Tienes que corregir desde ya esa forma de instalar paquetes, porque todo lo que instales así se instala como parte de tu set world, en lugar de instalarse como dependencias de los paquetes que realmente quieres tener. Eso va a conducir a que tu sistema no pueda distinguir las dependencias que realmente necesitas de la basura que tú has instalado para hacer pruebas.

 *Quote:*   

> 
> 
> Una pregunta.
> 
> Gentoo va al ritmo de Freebsd, si, que tan actual es con los drivers, ya que mis drivers parecen en experimental. Como Freebsd no es tan actual con los drivers.

 

FreeBSD es un sistema operativo completamente distinto, con un kernel monolítico. Los drivers, en Gentoo y en todos los Linuxes (todos comparten el mismo núcleo) pueden ser módulos externos, así que tu pregunta no tiene una respuesta simple. El kernel de Linux ofrece soporte para una gama de hardware impresionante, estos drivers se actualizan cada vez que sale una nueva release del kernel. En este sentido, tú puedes escoger usar el kernel parcheado de Gentoo o usar la versión de kernel.org, puedes optar por releases estables, o por la rama linux-next de kernel.org, que se actualiza prácticamente a diario. Ten en cuenta que en el kernel hay decenas de miles de drivers de hardware, unos se actualizan más a menudo que otros... 

Por otro lado algunos fabricantes de hardware también proveen sus propios drivers y esos son externos al kernel y a su ciclo de desarrollo. A veces estos son una alternativa a un driver libre del kernel de linux, otras veces son la única opción, por eso, todavía hay que ser un poco exigente a la hora de comprar hardware y asegurarse de que existe un driver libre de calidad para tal dispositivo, a no ser que quieras depender de la buena voluntad del fabricante. El fabricante puede escoger en cualquier momento dejar de soportar nuevas versiones del kernel, o viejos modelos del dispositivo. Así que hay que tener cuidado.

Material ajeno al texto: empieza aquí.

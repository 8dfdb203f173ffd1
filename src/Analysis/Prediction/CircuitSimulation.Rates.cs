using Lampwarden.Analysis.Tungsten;

namespace Lampwarden.Analysis.Prediction;

public sealed partial class CircuitSimulation
{
    // Line current at one instant, and the rates of every filament and of the unit.
    private double Rates(int sineIndex, double[] temperatures, double[] temperatureRates, double[] unitState, double[] unitRates)
    {
        var bankOhms = JoinOhms(temperatures) + sourceOhms;
        var source = Math.Sqrt(2) * MainsVolts * sine[sineIndex];
        double amps;
        if (double.IsPositiveInfinity(FaultOhms))
        {
            amps = unit.Current(source, bankOhms, unitState, unitRates);
        }
        else
        {
            // The unit sees the Thevenin equivalent of the bank with the fault across its terminals.
            var divider = FaultOhms / (bankOhms + FaultOhms);
            var unitAmps = unit.Current(source * divider, bankOhms * divider, unitState, unitRates);
            amps = (source + FaultOhms * unitAmps) / (bankOhms + FaultOhms);
        }

        HeatLamps(amps, temperatures, temperatureRates);
        return amps;
    }

    private double JoinOhms(double[] temperatures)
    {
        var parents = network.Parent;
        Array.Clear(sums);
        for (var node = 0; node < parents.Length; node++)
        {
            var leaf = network.Leaf[node];
            double ohms;
            if (leaf < 0)
            {
                ohms = network.IsParallel[node] ? 1 / sums[node] : sums[node];
            }
            else if (isOut[leaf])
            {
                ohms = OpenOhms;
            }
            else
            {
                ohms = network.Lamps[leaf].Filament is null ? network.Lamps[leaf].ResistorOhms : filaments[leaf].Ratio * ReadRatio(temperatures[leaf]);
            }

            nodeOhms[node] = ohms;
            var parent = parents[node];
            if (parent >= 0)
            {
                sums[parent] += network.IsParallel[parent] ? 1 / ohms : ohms;
            }
        }

        return nodeOhms[^1];
    }

    private void HeatLamps(double lineAmps, double[] temperatures, double[] temperatureRates)
    {
        var last = through.Length - 1;
        for (var node = last; node >= 0; node--)
        {
            var parent = network.Parent[node];
            var amps = parent < 0 ? lineAmps : network.IsParallel[parent] ? through[parent] * nodeOhms[parent] / nodeOhms[node] : through[parent];
            through[node] = amps;
            var leaf = network.Leaf[node];
            if (leaf >= 0)
            {
                temperatureRates[leaf] = network.Lamps[leaf].Filament is null
                    ? 0
                    : KelvinPerSecond(filaments[leaf], temperatures[leaf], isOut[leaf] ? 0 : amps * amps * nodeOhms[node]);
            }
        }
    }

    private double ReadRatio(double temperature)
    {
        var position = (temperature - FilamentGrid.FirstKelvin) * (1 / FilamentGrid.StepKelvin);
        var row = Row(position);
        var cells = grid.Cells;
        var at = row * FilamentGrid.Columns;
        return cells[at] + (position - row) * (cells[at + FilamentGrid.Columns] - cells[at]);
    }

    private double KelvinPerSecond(in FilamentCoefficients filament, double temperature, double watts)
    {
        var position = (temperature - FilamentGrid.FirstKelvin) * (1 / FilamentGrid.StepKelvin);
        var row = Row(position);
        var share = position - row;
        var cells = grid.Cells.AsSpan(row * FilamentGrid.Columns, 2 * FilamentGrid.Columns);
        var radiation = cells[1] + share * (cells[5] - cells[1]);
        var gas = cells[2] + share * (cells[6] - cells[2]);
        var perHeat = cells[3] + share * (cells[7] - cells[3]);
        var loss = filament.Radiation * radiation + filament.Gas * gas + filament.Lead * temperature + filament.Offset;
        return (watts - loss) * filament.PerKilogram * perHeat;
    }

    // Beyond the grid, which no filament survives, the last straight line is carried on.
    private int Row(double position) => Math.Clamp((int)position, 0, grid.Cells.Length / FilamentGrid.Columns - 2);
}
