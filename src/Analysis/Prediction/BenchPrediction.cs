using Lampwarden.Analysis.Lamps;
using Lampwarden.Analysis.Uncertainty;

namespace Lampwarden.Analysis.Prediction;

/// <summary>
/// What should happen on one bench with one unit. Property names are the contract of <c>predict --json</c>; NaN stands for a number
/// that cannot be given.
/// </summary>
/// <param name="Mains">The supply.</param>
/// <param name="Bank">The limiter.</param>
/// <param name="Unit">What stands behind it.</param>
/// <param name="Steady">The healthy steady state.</param>
/// <param name="Inrush">The switch-on.</param>
/// <param name="Shorted">The same bank with its output shorted.</param>
/// <param name="Band">Where the settled meter should stay.</param>
/// <param name="Contrast">Shorted over healthy current.</param>
/// <param name="Notes">What a reader must know, a sentence or a few each.</param>
/// <param name="Intervals">95 % interval of every number, by its path in the JSON document, such as <c>steady.lineAmps</c>.</param>
public sealed record BenchPrediction(
    Mains Mains,
    BankSummary Bank,
    UnitSummary Unit,
    SteadyState Steady,
    Inrush Inrush,
    ShortedState Shorted,
    CurrentBand Band,
    double Contrast,
    IReadOnlyList<string> Notes,
    IReadOnlyDictionary<string, Interval> Intervals);

/// <summary>The limiter in short.</summary>
/// <param name="Text">Circuit notation.</param>
/// <param name="ColdOhms">Resistance of the cold bank.</param>
/// <param name="RatedWatts">Sum of the nameplates.</param>
public sealed record BankSummary(string Text, double ColdOhms, double RatedWatts);

/// <summary>The unit in short.</summary>
public sealed record UnitSummary(string Text);

/// <summary>The healthy steady state, all RMS.</summary>
/// <param name="Exists">False where the bank cannot carry the unit; then the numbers are NaN and the note says what happens instead.</param>
/// <param name="LineAmps">True RMS line current.</param>
/// <param name="BankVolts">Across the bank.</param>
/// <param name="UnitVolts">Across the unit.</param>
/// <param name="UnitWatts">Real power of the unit.</param>
/// <param name="PowerFactor">Of the unit.</param>
/// <param name="Lamps">Every lamp, in the order of the bank's text.</param>
/// <param name="Note">What a reader must know beside the numbers; null where there is nothing.</param>
public sealed record SteadyState(
    bool Exists,
    double LineAmps,
    double BankVolts,
    double UnitVolts,
    double UnitWatts,
    double PowerFactor,
    IReadOnlyList<LampState> Lamps,
    string? Note);

/// <summary>One lamp in the steady state.</summary>
/// <param name="Name">As in the bank's text.</param>
/// <param name="Volts">Across it.</param>
/// <param name="Amps">Through it.</param>
/// <param name="Watts">It takes.</param>
/// <param name="FilamentKelvin">NaN for a plain resistor.</param>
/// <param name="Glow">Share of its rated light, 0 to 1 and above.</param>
/// <param name="FirstGlowSeconds">First visible glow (798 K) after a cold switch-on; NaN for never.</param>
public sealed record LampState(
    string Name, double Volts, double Amps, double Watts, double FilamentKelvin, double Glow, double FirstGlowSeconds);

/// <summary>The switch-on of the healthy unit, at the worst switching phase, everything cold.</summary>
/// <param name="PeakAmps">Highest instantaneous current.</param>
/// <param name="FirstCycleRmsAmps">True RMS over the first mains cycle.</param>
/// <param name="SettleSeconds">From when on the RMS current of a cycle stays within 10 % of the steady one.</param>
/// <param name="FirstReadingAmps">What the meter shows first, its window beginning with the switch-on.</param>
public sealed record Inrush(double PeakAmps, double FirstCycleRmsAmps, double SettleSeconds, double FirstReadingAmps);

/// <summary>The same bank with its output shorted.</summary>
/// <param name="LineAmps">True RMS line current.</param>
/// <param name="PeakAmps">Highest instantaneous current at a cold switch-on, worst phase.</param>
/// <param name="Lamps">Every lamp, in the order of the bank's text.</param>
public sealed record ShortedState(double LineAmps, double PeakAmps, IReadOnlyList<LampState> Lamps);

/// <summary>Where the settled meter should stay.</summary>
/// <param name="LowAmps">Lower end.</param>
/// <param name="HighAmps">Upper end.</param>
/// <param name="Coverage">Probability that a healthy unit on such lamps reads inside, 0 to 1.</param>
public sealed record CurrentBand(double LowAmps, double HighAmps, double Coverage);
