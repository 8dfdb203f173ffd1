namespace Lampwarden.Analysis.Prediction;

/// <summary>What a prediction rests on beside bank and unit. Standard uncertainties are one sigma, relative where not said otherwise.</summary>
public sealed record PredictionSettings
{
    /// <summary>Length of the meter's true-RMS window in seconds, above 0.</summary>
    public double MeterWindowSeconds { get; init; } = 0.2;

    /// <summary>Resistance of the supply and its leads in ohms, 0 or more; 0 gives the highest peak.</summary>
    public double SourceOhms { get; init; }

    /// <summary>How well the mains voltage is known.</summary>
    public double MainsUncertainty { get; init; } = 0.02;

    /// <summary>How well a lamp's watts at rated volts are known from its nameplate.</summary>
    public double LampWattsUncertainty { get; init; } = 0.04;

    /// <summary>How well the unit's watts are known from its plate.</summary>
    public double UnitUncertainty { get; init; } = 0.10;
}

Pero en términos de soporte de hardware, linux está siglos por delante de freebsd (o de cualquier otro bsd).

----------

## fellsword

Saludos.

Sii, perdona jaja, me desespere.

Siii, trate con muchos programas, pensando que lo resolvería. Solo era compilar el kernel para que detectara mis drivers de red wifi.

Uhhh, de esa forma no sabía, gracias.

Menciono lo de Gentoo si es similar a freebsd, ya que son muy parecidos. Y bien lo mencionas, linux esta mas avanzado.

También tengo otra inquietud.

Para apagarse la pc, se tarda y la ultima vez, se quedo congelada.

Edito:

Veo algunos usuarios, que en ves de usar make.conf, usan package.use para instalar los paquetes. ¿Cual es mas recomendable?

http://blog.desdelinux.net/tutorial-de-instalacion-de-gentoo-desde-cualquier-live-cd/

----------

## i92guboj

No hay uno que sea mejor. Make.conf permite activar una bandera globalmente, mientras que package.use permite configurarlas por separado para cada paquete.

Normalmente el uso de ambos ficheros no es excluyente, sino complementario. Aunque hay usuarios que, tras años de afinar las USE flags tienen un package.use tan masivo que llega un momento en el que eliminan la variable USE de su make.conf por innecesaria.

----------

## fellsword

Uhhhhhhhhhhhhhh Sirvió.

Coloque pulseaudio en make.conf y corrió.

Solo tengo un problemilla mas jejeje.

Al querer apagar o reiniciar se queda congelado en la pantalla en negro.

Como se soluciona esto o creo otro hilo para esta pregunta.

Gracias a los que me están ayudando y tener paciencia conmigo jeje. Saludos  :Very Happy: 

----------

## i92guboj

Es mejor que abras otro hilo. Deberás proporcionar toda la información que puedas: escritorio que usas, procedimiento que usas para apagar, hibernar o lo que sea. Todo lo que creas relevante para el tema en cuestión.

----------

## fellsword

Ya lo logre, era kms.

Lo desactive.

----------